## Source data:
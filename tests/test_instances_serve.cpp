// The loader and the predictor, compiled once for the tests (see
// test_instances_train.cpp).
#define TENON_SERVE_IMPLEMENTATION
#include <tenon/serve.hpp>
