TEST_CASE("one table with missing targets and missing cells gives the same model bits through the README's library path and the tool") {
    on_builtin_kernels builtin;
    scratch_dir dir("library_equals_tool");
    const std::string text = press_log_text();
    const auto data = dir.write("press_log.csv", text);
    const auto tool_model = dir.file("press.tnm");
    const auto r =
        run({"train", "--data", data, "--target", "fault", "--ignore", "note", "--seed", "7", "--epochs", "12", "--model", tool_model, "--quiet"});
    REQUIRE(r.status == 0);
    const auto from_tool = tenon::load_model_file<float>(tool_model);

    // The README's path, with the tool's seed, epochs and ignored column.
    tenon::table rows = tenon::read_csv_file(data);
    tenon::plan preparation;
    preparation.set_target("fault", tenon::target_kind::classification);
    preparation.set_role("note", tenon::column_role::ignored);
    auto labels = tenon::dense_codes(rows.at("fault"));  // rows without a label: a stratum of their own, dropped by fit_model
    auto split = tenon::stratified_holdout(labels, {0.7, 0.15, 0.15}, /*seed=*/7);
    tenon::model_settings settings;
    settings.seed = 7;
    settings.epochs = 12;
    auto model = tenon::fit_model<float>(rows, preparation, split.train, split.validation, settings);
    CHECK(model.dropped_rows > 0);
    const auto from_library = tenon::make_model_file(model, rows, split.train, settings);

    // The plans agree: the same fills (median, mode), indicators and categories.
    REQUIRE(from_tool.plan);
    CHECK(from_tool.plan->to_bytes() == from_library.plan->to_bytes());
    CHECK(from_library.plan->feature_fill("ram_speed").method == tenon::fill_method::median);
    CHECK(from_library.plan->feature_fill("die").method == tenon::fill_method::mode);
    CHECK(from_library.plan->feature_has_indicator("ram_speed"));
    CHECK(from_library.plan->feature_has_indicator("die"));
    CHECK_FALSE(from_library.plan->feature_has_indicator("oil_temp"));
    REQUIRE(from_tool.weights.size() == from_library.weights.size());
    for (std::size_t k = 0; k < from_tool.weights.size(); ++k) {
        const auto& a = from_tool.weights[k];
        const auto& b = from_library.weights[k];
        CAPTURE(a.name);
        CHECK(a.name == b.name);
        REQUIRE(a.values.size() == b.values.size());
        CHECK(std::memcmp(a.values.data(), b.values.data(), a.values.size() * sizeof(float)) == 0);
    }
}
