TEST_CASE("temperature scaling gives the exact optimum of a worked example") {
    // Two classes, logits (0, 2) on every row, three of four rows of class 1.
    // The log loss is minimal where sigmoid(2 / T) = 3/4, i.e. T = 2 / ln 3
    // (the maximum-likelihood fit of a Bernoulli probability is the frequency).
    tenon::matrix<double> logits({4, 2});
    for (std::size_t i = 0; i < 4; ++i) {
        logits.data()[i * 2] = 0.0;
        logits.data()[i * 2 + 1] = 2.0;
    }
    const std::vector<std::size_t> labels{1, 1, 1, 0};
    const double t = tenon::fit_temperature(logits, labels);
    CHECK(t == doctest::Approx(2.0 / std::log(3.0)).epsilon(1e-12));
    const auto p = tenon::tempered_softmax_rows(logits, t);
    CHECK(p.data()[1] == doctest::Approx(0.75).epsilon(1e-12));
    // Logits that are all equal carry no information about the temperature.
    tenon::matrix<double> flat({3, 3});
    std::fill(flat.data(), flat.data() + 9, 0.5);
    CHECK(tenon::fit_temperature(flat, {0, 1, 2}) == 1.0);
    CHECK_THROWS_WITH_AS(tenon::fit_temperature(flat, {0, 1, 3}), doctest::Contains("[core.argument.invalid]"), tenon::error);
}

TEST_CASE("expected calibration error of a worked example over 15 bins") {
    // Guo et al. 2017, equation 3: sum over bins of |B|/n |acc(B) - conf(B)|.
    // Confidences 0.9 and 0.92 share bin 14 of 15 (one right, one wrong):
    // |1 - 1.82|; 0.81 (wrong): 0.81; 0.7 (right): 0.3; 0.55 (wrong): 0.55.
    tenon::matrix<double> p({5, 2});
    const double rows[5][2] = {{0.9, 0.1}, {0.08, 0.92}, {0.81, 0.19}, {0.3, 0.7}, {0.45, 0.55}};
    for (std::size_t i = 0; i < 5; ++i)
        for (std::size_t k = 0; k < 2; ++k) p.data()[i * 2 + k] = rows[i][k];
    const std::vector<std::size_t> labels{0, 0, 1, 1, 0};
    CHECK(tenon::expected_calibration_error(p, labels) == doctest::Approx((0.82 + 0.81 + 0.3 + 0.55) / 5.0).epsilon(1e-12));
    const auto bins = tenon::reliability_bins(p, labels);
    CHECK(bins[13].rows == 2);
    CHECK(bins[13].accuracy == 0.5);
    CHECK(bins[13].confidence == doctest::Approx(0.91).epsilon(1e-12));
    CHECK(bins[12].rows == 1);  // 0.81: ceil(12.15) - 1
    // One bin: |accuracy - mean confidence| = |2/5 - 3.88/5|.
    CHECK(tenon::expected_calibration_error(p, labels, 1) == doctest::Approx(std::abs(2.0 - 3.88) / 5.0).epsilon(1e-12));
}

TEST_CASE("temperature scaling lowers log loss and ECE of an overconfident classifier") {
    // Logits three times the true log-odds (by construction of the data, the
    // right temperature is 3).
    tenon::matrix<double> fit_logits, test_logits;
    std::vector<std::size_t> fit_labels, test_labels;
    overconfident_rows(4000, 4, 3.0, 21, fit_logits, fit_labels);
    overconfident_rows(20000, 4, 3.0, 22, test_logits, test_labels);
    const double t = tenon::fit_temperature(fit_logits, fit_labels);
    CHECK(t == doctest::Approx(3.0).epsilon(0.1));
    const auto raw = tenon::softmax_rows(test_logits), tempered = tenon::tempered_softmax_rows(test_logits, t);
    CHECK(tenon::log_loss(tempered, test_labels) < tenon::log_loss(raw, test_labels));
    const double ece_raw = tenon::expected_calibration_error(raw, test_labels), ece = tenon::expected_calibration_error(tempered, test_labels);
    CHECK(ece < 0.5 * ece_raw);
    CHECK(ece < 0.03);
    // On the rows it was fitted on, no other temperature has a lower loss.
    const double at = tenon::log_loss(tenon::tempered_softmax_rows(fit_logits, t), fit_labels);
    CHECK(at <= tenon::log_loss(tenon::tempered_softmax_rows(fit_logits, t * 1.01), fit_labels));
    CHECK(at <= tenon::log_loss(tenon::tempered_softmax_rows(fit_logits, t / 1.01), fit_labels));
}

TEST_CASE("conformal class sets reach their coverage") {
    tenon::matrix<double> fit_logits, test_logits;
    std::vector<std::size_t> fit_labels, test_labels;
    overconfident_rows(1000, 5, 3.0, 31, fit_logits, fit_labels);
    overconfident_rows(20000, 5, 3.0, 32, test_logits, test_labels);
    const auto c = tenon::fit_class_calibration(fit_logits, fit_labels, 0.9);
    CHECK(c.rows == 1000);
    const auto s = tenon::score_class_sets(c, tenon::tempered_softmax_rows(test_logits, c.temperature), test_labels);
    // r = ceil(1001 * 0.9) = 901: Beta(901, 100) plus the test rows' binomial spread
    // (the most probable class always joins, which can only raise coverage).
    const double tolerance = z_999 * std::sqrt(std::pow(beta_sd(901, 100), 2) + 0.09 / 20000);
    CHECK(s.coverage >= 0.9 - tolerance);
    CHECK(s.coverage <= 901.0 / 1001.0 + tolerance + 0.02);
    CHECK(s.mean_size > 1.0);
    CHECK(s.mean_size < 5.0);
    // Bits: a threshold of 0.5 keeps classes with p >= 0.5, and the best one.
    tenon::class_calibration half;
    half.set_threshold = 0.5;
    const double p[2][3] = {{0.2, 0.5, 0.3}, {0.4, 0.35, 0.25}};
    std::uint64_t bits[2];
    tenon::class_set_bits(half, &p[0][0], 2, 3, bits);
    CHECK(bits[0] == 0b010u);
    CHECK(bits[1] == 0b001u);  // none reaches 0.5: the most probable alone
    half.set_threshold = std::numeric_limits<double>::infinity();
    tenon::class_set_bits(half, &p[0][0], 2, 3, bits);
    CHECK(bits[0] == 0b111u);
    CHECK(tenon::class_set_words(64) == 1);
    CHECK(tenon::class_set_words(65) == 2);
}

namespace {

// An invented press: forming force [kN] from sheet thickness [mm] and die
// temperature [C], noise growing with thickness.
tenon::table press_table(std::size_t n, std::uint64_t seed) {
    tenon::random_engine rng(seed);
    std::ostringstream csv;
    csv << "thickness,temperature,force\n";
    for (std::size_t i = 0; i < n; ++i) {
        const double thickness = rng.uniform(0.5, 3.0), temperature = rng.uniform(20.0, 200.0);
        const double force = 40.0 * thickness - 0.05 * temperature + rng.normal(0.0, 1.0 + thickness);
        csv << thickness << "," << temperature << "," << force << "\n";
    }
    std::istringstream in(csv.str());
    return tenon::read_csv(in, {}, "press.csv");
}

}  // namespace

TEST_CASE("a fitted network calibrated on its validation rows covers its test rows") {
    const auto t = press_table(3000, 41);
    tenon::plan p;
    p.set_target("force", tenon::target_kind::regression);
    const auto split = tenon::random_holdout(t.row_count(), {0.5, 0.2, 0.3}, 5);
    tenon::model_settings s;
    s.hidden = {16};
    s.epochs = 30;
    s.seed = 3;
    s.ensemble = 1;  // one network: the plain band (an ensemble's is normalized)
    auto model = tenon::fit_model<float>(t, p, split.train, split.validation, s);
    const auto c = tenon::calibrate_model(model, t, split.validation, 0.9);
    REQUIRE(c.interval);
    CHECK(c.interval->rows == split.validation.size());
    CHECK(std::isfinite(c.interval->half_width));
    const auto scores = tenon::score_calibration(model, c, t, split.test);
    const auto n = static_cast<double>(split.validation.size());
    const double r = std::ceil((n + 1) * 0.9);
    const double tolerance = z_999 * std::sqrt(std::pow(beta_sd(r, n + 1 - r), 2) + 0.09 / static_cast<double>(scores.rows));
    CHECK(std::abs(scores.interval_coverage - r / (n + 1)) <= tolerance);
    CHECK(scores.interval_mean_width == doctest::Approx(2.0 * c.interval->half_width).epsilon(1e-6));
    CHECK_THROWS_WITH_AS(tenon::calibrate_model(model, t, {}, 0.9), doctest::Contains("[train.rows.empty]"), tenon::error);
}

TEST_CASE("temperature scaling lowers the test ECE and log loss of a network trained to overconfidence") {
    // An invented sorting line: a part is rejected when its two gauge
    // readings fall outside a ring, and one label in five is wrong (a noisy
    // inspector). A wide network trained 300 epochs without early stopping
    // on 400 rows fits the noise and becomes overconfident (Guo et al. 2017,
    // section 3, report this of networks trained long on the log loss).
    tenon::random_engine rng(51);
    std::ostringstream csv;
    csv << "gauge_a,gauge_b,verdict\n";
    for (int i = 0; i < 2800; ++i) {
        const double a = rng.uniform(-2.0, 2.0), b = rng.uniform(-2.0, 2.0);
        const double r = std::sqrt(a * a + b * b);
        bool reject = r < 0.8 || r > 1.6;
        if (rng.uniform(0.0, 1.0) < 0.2) reject = !reject;
        csv << a << "," << b << "," << (reject ? "reject" : "pass") << "\n";
    }
    std::istringstream in(csv.str());
    const tenon::table t = tenon::read_csv(in, {}, "gauges.csv");
    tenon::plan p;
    p.set_target("verdict", tenon::target_kind::classification);
    std::vector<std::size_t> train, calibration, test;
    for (std::size_t i = 0; i < 2800; ++i) (i < 400 ? train : i < 800 ? calibration : test).push_back(i);
    tenon::model_settings s;
    s.hidden = {64, 64};
    s.epochs = 300;
    s.patience = 0;
    s.learning_rate = 0.003;
    s.seed = 5;
    s.ensemble = 1;  // one network, trained to overconfidence (an ensemble's mean is less so)
    auto model = tenon::fit_model<float>(t, p, train, {}, s);
    const auto c = tenon::calibrate_model(model, t, calibration, 0.9);
    REQUIRE(c.classes);
    const auto scores = tenon::score_calibration(model, c, t, test);
    MESSAGE("temperature " << c.classes->temperature << "; test ECE " << scores.ece_uncalibrated << " -> " << scores.ece << ", log loss "
                           << scores.log_loss_uncalibrated << " -> " << scores.log_loss);
    CHECK(c.classes->temperature > 1.0);  // overconfident: the logits are shrunk
    CHECK(scores.ece < scores.ece_uncalibrated);
    CHECK(scores.log_loss < scores.log_loss_uncalibrated);
    // Sets at 0.9 on 2000 test rows; Beta(r, n + 1 - r) with n = 400, r = 361, plus the binomial spread.
    CHECK(scores.set_coverage >= 0.9 - z_999 * std::sqrt(std::pow(beta_sd(361, 40), 2) + 0.09 / 2000.0));
}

## What the exercise asks:
Please make an exact copy of the lines above from the line with "indicators and categories." through the line with "CHECK(p.data()[1] == doctest::Approx(0.75).epsilon(1e-12));", both ends included.

## Response to the task:
    // The plans agree: the same fills (median, mode), indicators and categories.
    REQUIRE(from_tool.plan);
    CHECK(from_tool.plan->to_bytes() == from_library.plan->to_bytes());
    CHECK(from_library.plan->feature_fill("ram_speed").method == tenon::fill_method::median);
    CHECK(from_library.plan->feature_fill("die").method == tenon::fill_method::mode);
    CHECK(from_library.plan->feature_has_indicator("ram_speed"));
    CHECK(from_library.plan->feature_has_indicator("die"));
    CHECK_FALSE(from_library.plan->feature_has_indicator("oil_temp"));
    REQUIRE(from_tool.weights.size() == from_library.weights.size());
    for (std::size_t k = 0; k < from_tool.weights.size(); ++k) {
        const auto& a = from_tool.weights[k];
        const auto& b = from_library.weights[k];
        CAPTURE(a.name);
        CHECK(a.name == b.name);
        REQUIRE(a.values.size() == b.values.size());
        CHECK(std::memcmp(a.values.data(), b.values.data(), a.values.size() * sizeof(float)) == 0);
    }
}
TEST_CASE("temperature scaling gives the exact optimum of a worked example") {
    // Two classes, logits (0, 2) on every row, three of four rows of class 1.
    // The log loss is minimal where sigmoid(2 / T) = 3/4, i.e. T = 2 / ln 3
    // (the maximum-likelihood fit of a Bernoulli probability is the frequency).
    tenon::matrix<double> logits({4, 2});
    for (std::size_t i = 0; i < 4; ++i) {
        logits.data()[i * 2] = 0.0;
        logits.data()[i * 2 + 1] = 2.0;
    }
    const std::vector<std::size_t> labels{1, 1, 1, 0};
    const double t = tenon::fit_temperature(logits, labels);
    CHECK(t == doctest::Approx(2.0 / std::log(3.0)).epsilon(1e-12));
    const auto p = tenon::tempered_softmax_rows(logits, t);
    CHECK(p.data()[1] == doctest::Approx(0.75).epsilon(1e-12));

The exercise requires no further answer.